» Task requirements:
What follows is a set of records; repeat all of them exactly.

(Records for the exercise Opens)

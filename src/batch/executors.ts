/**
 * Where slot tasks run: on a worker pool (the HTTP service's, or the CLI's own), or in the
 * current thread (tests, tiny runs). Both give the same results: a slot depends on nothing but
 * the plan, its index and its first draw.
 */
import { performance } from 'node:perf_hooks';
import { setTimeout as sleep } from 'node:timers/promises';
import type { BatchPlan } from '../core/index.js';
import { PoolError, type TrackPool } from '../server/pool/track-pool.js';
import type { SlotExecutor } from './run-batch.js';
import { runSlotTask, type SlotBytes, type SlotResult } from './slot-task.js';

/** Wait before asking a full pool again, ms. */
const QUEUE_FULL_BACKOFF_MS = 25;

/** A task the core could not finish (a bug in the worker), as the executor reports it. */
export class SlotTaskError extends Error {
  constructor(message: string) {
    super(message);
    this.name = 'SlotTaskError';
  }
}

/**
 * Runs slots on a pool. A full queue is not an error for a batch: the slot waits and asks again,
 * for at most `deadlineMs` in all (then the pool's PoolError 'queue_full' is thrown); each task
 * also has `deadlineMs` on a worker (DeadlineError).
 */
export function poolExecutor(pool: TrackPool, plan: BatchPlan, bytes: SlotBytes, deadlineMs: number): SlotExecutor {
  return async (index, from) => {
    const start = performance.now();
    for (;;) {
      try {
        const out = await pool.run({ kind: 'batch-slot', plan, index, from, bytes }, deadlineMs);
        if (out.ok && out.kind === 'batch-slot') return out.result;
        throw new SlotTaskError(out.ok ? `unexpected answer ${out.kind} to a batch-slot task` : out.error.message);
      } catch (err) {
        const full = err instanceof PoolError && err.kind === 'queue_full';
        if (!full || performance.now() - start + QUEUE_FULL_BACKOFF_MS > deadlineMs) throw err;
        await sleep(QUEUE_FULL_BACKOFF_MS);
      }
    }
  };
}

/** Runs slots in the current thread, one at a time. */
export function inThreadExecutor(plan: BatchPlan, bytes: SlotBytes): SlotExecutor {
  return async (index: number, from: number): Promise<SlotResult> => (await runSlotTask({ kind: 'batch-slot', plan, index, from, bytes })).output.result;
}
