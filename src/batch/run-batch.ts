/**
 * Runs a batch: asks an executor (a worker pool, or the current thread) for slot candidates,
 * several at once, and hands the tracks out strictly in index order as the consumer pulls them.
 * Novelty is decided here, in index order, so the result does not depend on how many workers
 * ran or in which order they finished:
 *
 *   pulled ◄── index i: candidate ready? ── novel (vs reference + tracks 0..i−1)? ── yes ──► yield
 *                                                    │ no
 *                                                    └──► ask slot i again from its next draw
 *   in flight: slots i .. i + window − 1 (issued only while the consumer pulls)
 *
 * Memory bound: at most `window` slots are in flight or finished and waiting to be pulled, so a
 * consumer that stops pulling (a slow client) holds at most `window` tracks here, whatever the
 * batch size.
 */
import { decodeShape, MAX_SLOT_DIFFICULTY_MISSES, MAX_SLOT_REDRAWS, NoveltyIndex } from '../core/index.js';
import type { ManifestTrack, Shape, SlotFailureReason } from '../core/index.js';
import type { SlotInfeasible, SlotResult } from './slot-task.js';

/** Runs one slot from one draw on (in a worker, or in-thread). */
export type SlotExecutor = (index: number, from: number) => Promise<SlotResult>;

/** A track the batch keeps, with its bytes in the format the executor was asked for. */
export interface BatchItem {
  readonly entry: ManifestTrack;
  readonly bytes: Uint8Array | null;
}

/** Counts of a run so far. */
export interface BatchTotals {
  made: number;
  redrawn: number;
  skippedSplit: number;
  skippedDifficulty: number;
  skippedNovelty: number;
}

export interface BatchRunOptions {
  /** Slot indices to make, in order (0 .. count − 1, or one shard's share). */
  readonly indices: readonly number[];
  /** Slots in flight or waiting to be pulled, at least 1. */
  readonly window: number;
  /** Smallest distance to every earlier track and every reference shape (rad); 0: none. */
  readonly minNovelty: number;
  /** Reference shapes a track must also be novel against. */
  readonly reference: readonly Shape[];
  readonly execute: SlotExecutor;
}

/** A slot found no track: too many infeasible draws or tracks outside the difficulty band, or it ran out of draws (split, novelty). */
export class SlotFailure extends Error {
  readonly index: number;
  readonly reason: SlotFailureReason;
  readonly last: SlotInfeasible | null;

  constructor(index: number, reason: SlotFailureReason, last: SlotInfeasible | null, minNovelty: number) {
    super(slotFailureMessage(index, reason, last, minNovelty));
    this.name = 'SlotFailure';
    this.index = index;
    this.reason = reason;
    this.last = last;
  }
}

/**
 * Starts a batch. Pull `tracks` to run it; `totals` grows as it goes.
 * @throws (from the iterator) SlotFailure when a slot finds no track, or what the executor throws
 */
export function runBatch(options: BatchRunOptions): { readonly tracks: AsyncGenerator<BatchItem, void, undefined>; readonly totals: BatchTotals } {
  if (!Number.isInteger(options.window) || options.window < 1) throw new RangeError(`window must be an integer >= 1, got ${options.window}`);
  const totals: BatchTotals = { made: 0, redrawn: 0, skippedSplit: 0, skippedDifficulty: 0, skippedNovelty: 0 };
  return { tracks: iterate(options, totals), totals };
}

async function* iterate(options: BatchRunOptions, totals: BatchTotals): AsyncGenerator<BatchItem, void, undefined> {
  const { indices, window, minNovelty, execute } = options;
  const novelty = new NoveltyIndex();
  if (minNovelty > 0) for (const shape of options.reference) novelty.add(shape);
  const pending = new Map<number, Promise<SlotResult>>();
  let issued = 0;
  const issue = (position: number, from: number): void => {
    const promise = execute(indices[position], from);
    // a run abandoned by its consumer must not leave a rejection nobody handles
    promise.catch(() => undefined);
    pending.set(position, promise);
  };
  try {
    for (let position = 0; position < indices.length; position++) {
      for (; issued < indices.length && issued < position + window; issued++) issue(issued, 0);
      for (;;) {
        const result = await pending.get(position)!;
        totals.redrawn += result.redrawn;
        totals.skippedSplit += result.skippedSplit;
        totals.skippedDifficulty += result.skippedDifficulty;
        if (!result.ok) throw new SlotFailure(result.index, result.reason, result.last, minNovelty);
        if (minNovelty > 0) {
          const shape = decodeShape(result.entry.shape);
          if (novelty.findWithin(shape, minNovelty) !== null) {
            totals.skippedNovelty++;
            issue(position, result.entry.draw + 1);
            continue;
          }
          novelty.add(shape);
        }
        pending.delete(position);
        totals.made++;
        yield { entry: result.entry, bytes: result.bytes };
        break;
      }
    }
  } finally {
    pending.clear();
  }
}

function slotFailureMessage(index: number, reason: SlotFailureReason, last: SlotInfeasible | null, minNovelty: number): string {
  if (reason === 'infeasible') return `track ${index}: ${MAX_SLOT_REDRAWS} of its draws were infeasible (last: ${last?.reason ?? 'unknown'}: ${last?.message ?? ''})`;
  if (reason === 'difficulty') return `track ${index}: ${MAX_SLOT_DIFFICULTY_MISSES} of its tracks fell outside the difficulty band; widen the band or move the parameter ranges towards it`;
  if (minNovelty > 0) return `track ${index}: no draw was at least ${minNovelty} rad from every earlier and reference track; lower minNovelty, or widen the parameter ranges`;
  return `track ${index}: ran out of draws`;
}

(Records for the exercise Closes)

» Answer to this task:
filename src/batch/executors.ts
/**
 * Where slot tasks run: on a worker pool (the HTTP service's, or the CLI's own), or in the
 * current thread (tests, tiny runs). Both give the same results: a slot depends on nothing but
 * the plan, its index and its first draw.
 */
import { performance } from 'node:perf_hooks';
import { setTimeout as sleep } from 'node:timers/promises';
import type { BatchPlan } from '../core/index.js';
import { PoolError, type TrackPool } from '../server/pool/track-pool.js';
import type { SlotExecutor } from './run-batch.js';
import { runSlotTask, type SlotBytes, type SlotResult } from './slot-task.js';

/** Wait before asking a full pool again, ms. */
const QUEUE_FULL_BACKOFF_MS = 25;

/** A task the core could not finish (a bug in the worker), as the executor reports it. */
export class SlotTaskError extends Error {
  constructor(message: string) {
    super(message);
    this.name = 'SlotTaskError';
  }
}

/**
 * Runs slots on a pool. A full queue is not an error for a batch: the slot waits and asks again,
 * for at most `deadlineMs` in all (then the pool's PoolError 'queue_full' is thrown); each task
 * also has `deadlineMs` on a worker (DeadlineError).
 */
export function poolExecutor(pool: TrackPool, plan: BatchPlan, bytes: SlotBytes, deadlineMs: number): SlotExecutor {
  return async (index, from) => {
    const start = performance.now();
    for (;;) {
      try {
        const out = await pool.run({ kind: 'batch-slot', plan, index, from, bytes }, deadlineMs);
        if (out.ok && out.kind === 'batch-slot') return out.result;
        throw new SlotTaskError(out.ok ? `unexpected answer ${out.kind} to a batch-slot task` : out.error.message);
      } catch (err) {
        const full = err instanceof PoolError && err.kind === 'queue_full';
        if (!full || performance.now() - start + QUEUE_FULL_BACKOFF_MS > deadlineMs) throw err;
        await sleep(QUEUE_FULL_BACKOFF_MS);
      }
    }
  };
}

/** Runs slots in the current thread, one at a time. */
export function inThreadExecutor(plan: BatchPlan, bytes: SlotBytes): SlotExecutor {
  return async (index: number, from: number): Promise<SlotResult> => (await runSlotTask({ kind: 'batch-slot', plan, index, from, bytes })).output.result;
}
filename src/batch/run-batch.ts
/**
 * Runs a batch: asks an executor (a worker pool, or the current thread) for slot candidates,
 * several at once, and hands the tracks out strictly in index order as the consumer pulls them.
 * Novelty is decided here, in index order, so the result does not depend on how many workers
 * ran or in which order they finished:
 *
 *   pulled ◄── index i: candidate ready? ── novel (vs reference + tracks 0..i−1)? ── yes ──► yield
 *                                                    │ no
 *                                                    └──► ask slot i again from its next draw
 *   in flight: slots i .. i + window − 1 (issued only while the consumer pulls)
 *
 * Memory bound: at most `window` slots are in flight or finished and waiting to be pulled, so a
 * consumer that stops pulling (a slow client) holds at most `window` tracks here, whatever the
 * batch size.
 */
import { decodeShape, MAX_SLOT_DIFFICULTY_MISSES, MAX_SLOT_REDRAWS, NoveltyIndex } from '../core/index.js';
import type { ManifestTrack, Shape, SlotFailureReason } from '../core/index.js';
import type { SlotInfeasible, SlotResult } from './slot-task.js';

/** Runs one slot from one draw on (in a worker, or in-thread). */
export type SlotExecutor = (index: number, from: number) => Promise<SlotResult>;

/** A track the batch keeps, with its bytes in the format the executor was asked for. */
export interface BatchItem {
  readonly entry: ManifestTrack;
  readonly bytes: Uint8Array | null;
}

/** Counts of a run so far. */
export interface BatchTotals {
  made: number;
  redrawn: number;
  skippedSplit: number;
  skippedDifficulty: number;
  skippedNovelty: number;
}

export interface BatchRunOptions {
  /** Slot indices to make, in order (0 .. count − 1, or one shard's share). */
  readonly indices: readonly number[];
  /** Slots in flight or waiting to be pulled, at least 1. */
  readonly window: number;
  /** Smallest distance to every earlier track and every reference shape (rad); 0: none. */
  readonly minNovelty: number;
  /** Reference shapes a track must also be novel against. */
  readonly reference: readonly Shape[];
  readonly execute: SlotExecutor;
}

/** A slot found no track: too many infeasible draws or tracks outside the difficulty band, or it ran out of draws (split, novelty). */
export class SlotFailure extends Error {
  readonly index: number;
  readonly reason: SlotFailureReason;
  readonly last: SlotInfeasible | null;

  constructor(index: number, reason: SlotFailureReason, last: SlotInfeasible | null, minNovelty: number) {
    super(slotFailureMessage(index, reason, last, minNovelty));
    this.name = 'SlotFailure';
    this.index = index;
    this.reason = reason;
    this.last = last;
  }
}

/**
 * Starts a batch. Pull `tracks` to run it; `totals` grows as it goes.
 * @throws (from the iterator) SlotFailure when a slot finds no track, or what the executor throws
 */
export function runBatch(options: BatchRunOptions): { readonly tracks: AsyncGenerator<BatchItem, void, undefined>; readonly totals: BatchTotals } {
  if (!Number.isInteger(options.window) || options.window < 1) throw new RangeError(`window must be an integer >= 1, got ${options.window}`);
  const totals: BatchTotals = { made: 0, redrawn: 0, skippedSplit: 0, skippedDifficulty: 0, skippedNovelty: 0 };
  return { tracks: iterate(options, totals), totals };
}

async function* iterate(options: BatchRunOptions, totals: BatchTotals): AsyncGenerator<BatchItem, void, undefined> {
  const { indices, window, minNovelty, execute } = options;
  const novelty = new NoveltyIndex();
  if (minNovelty > 0) for (const shape of options.reference) novelty.add(shape);
  const pending = new Map<number, Promise<SlotResult>>();
  let issued = 0;
  const issue = (position: number, from: number): void => {
    const promise = execute(indices[position], from);
    // a run abandoned by its consumer must not leave a rejection nobody handles
    promise.catch(() => undefined);
    pending.set(position, promise);
  };
  try {
    for (let position = 0; position < indices.length; position++) {
      for (; issued < indices.length && issued < position + window; issued++) issue(issued, 0);
      for (;;) {
        const result = await pending.get(position)!;
        totals.redrawn += result.redrawn;
        totals.skippedSplit += result.skippedSplit;
        totals.skippedDifficulty += result.skippedDifficulty;
        if (!result.ok) throw new SlotFailure(result.index, result.reason, result.last, minNovelty);
        if (minNovelty > 0) {
          const shape = decodeShape(result.entry.shape);
          if (novelty.findWithin(shape, minNovelty) !== null) {
            totals.skippedNovelty++;
            issue(position, result.entry.draw + 1);
            continue;
          }
          novelty.add(shape);
        }
        pending.delete(position);
        totals.made++;
        yield { entry: result.entry, bytes: result.bytes };
        break;
      }
    }
  } finally {
    pending.clear();
  }
}

function slotFailureMessage(index: number, reason: SlotFailureReason, last: SlotInfeasible | null, minNovelty: number): string {
  if (reason === 'infeasible') return `track ${index}: ${MAX_SLOT_REDRAWS} of its draws were infeasible (last: ${last?.reason ?? 'unknown'}: ${last?.message ?? ''})`;
  if (reason === 'difficulty') return `track ${index}: ${MAX_SLOT_DIFFICULTY_MISSES} of its tracks fell outside the difficulty band; widen the band or move the parameter ranges towards it`;
  if (minNovelty > 0) return `track ${index}: no draw was at least ${minNovelty} rad from every earlier and reference track; lower minNovelty, or widen the parameter ranges`;
  return `track ${index}: ran out of draws`;
}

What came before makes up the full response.